Redstate.com: “SEIU members were given reserved seating that took up at least half of the 250 seats.”
Rush Limbaugh (available with subscription): “RUSH: We have Beth and Jerry from Tampa, Florida. They are on two phones in their home, and they were at the Kathy Castor town hall meeting last night where the SEIU people showed up and there was a lot of thuggery going on. Welcome to the program. What can you tell us?
BETH: Well, I guess I’ll start first because I’m the chatty one.
BETH: Well, we had waited an hour in line and we were right at the doors where you are going in and they had the doors open into the union hall, into the meeting room. And they had a speaker outside but it wasn’t working. And people in the hallway were yelling, “Let us hear,” and they thought we were saying, “We want Obama,” but it was “Let us hear.” And they couldn’t get the speaker to work. So we’re all standing there. Well, people outside were going, “Open meeting! Open meeting! Take it outside,” so everybody could hear because there were so many people there. Well, they decided too much noise was going on in the hallway and decided to close the doors. Well, somehow I got pushed into the room, into the meeting room when the thugs came out. They came out four abreast with their arms up. I got pushed in, and my husband, who was right behind me in the green shirt, then was pushed against the wall. My daughter managed to get over to him to try and get them off of my husband.

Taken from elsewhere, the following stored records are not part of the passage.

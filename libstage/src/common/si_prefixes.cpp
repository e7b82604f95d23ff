// Look-ups in the one table of SI prefixes (si_prefixes.hpp).
#include "common/si_prefixes.hpp"

namespace stage::text {

static_assert(power_of_ten(-18) == 1e-18 && power_of_ten(-15) == 1e-15 &&
                  power_of_ten(-12) == 1e-12 && power_of_ten(-9) == 1e-9 &&
                  power_of_ten(-6) == 1e-6 && power_of_ten(-3) == 1e-3 && power_of_ten(3) == 1e3 &&
                  power_of_ten(6) == 1e6 && power_of_ten(9) == 1e9 && power_of_ten(12) == 1e12,
              "each prefix's scale is the literal it replaces");

std::optional<std::string_view> standard_prefix(int exponent) {
  if (exponent == 0) return "";
  for (const SiPrefix& prefix : kSiPrefixes) {
    if (prefix.exponent == exponent && prefix.spelling == Spelling::standard) return prefix.symbol;
  }
  return std::nullopt;
}

std::optional<double> prefixed_unit_scale(std::string_view text, std::string_view unit) {
  if (text == unit) return 1.0;
  if (!text.ends_with(unit)) return std::nullopt;
  const std::string_view prefix = text.substr(0, text.size() - unit.size());
  for (const SiPrefix& p : kSiPrefixes) {
    if (p.symbol == prefix) return scale_of(p);
  }
  return std::nullopt;
}

std::string listed_prefixes() {
  std::string list;
  for (const SiPrefix& prefix : kSiPrefixes) {
    if (prefix.spelling == Spelling::lookalike) continue;
    list += (list.empty() ? "" : " ") + std::string(prefix.symbol);
  }
  return list;
}

}  // namespace stage::text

BETH: Right. At any rate, when they had my husband pinned against the wall, I was going hysterical. We went to ask specific questions on health care. I have read the bill. There was no addressing of any questions. I was in the meeting hall after they shut the doors. I did not leave because I wanted to hear what was said.
RUSH: Yeah. From the video I saw, Kathy Castor just tried to make speech. She wasn’t entertaining any questions and people were standing up and disagreeing when she said various things, correct?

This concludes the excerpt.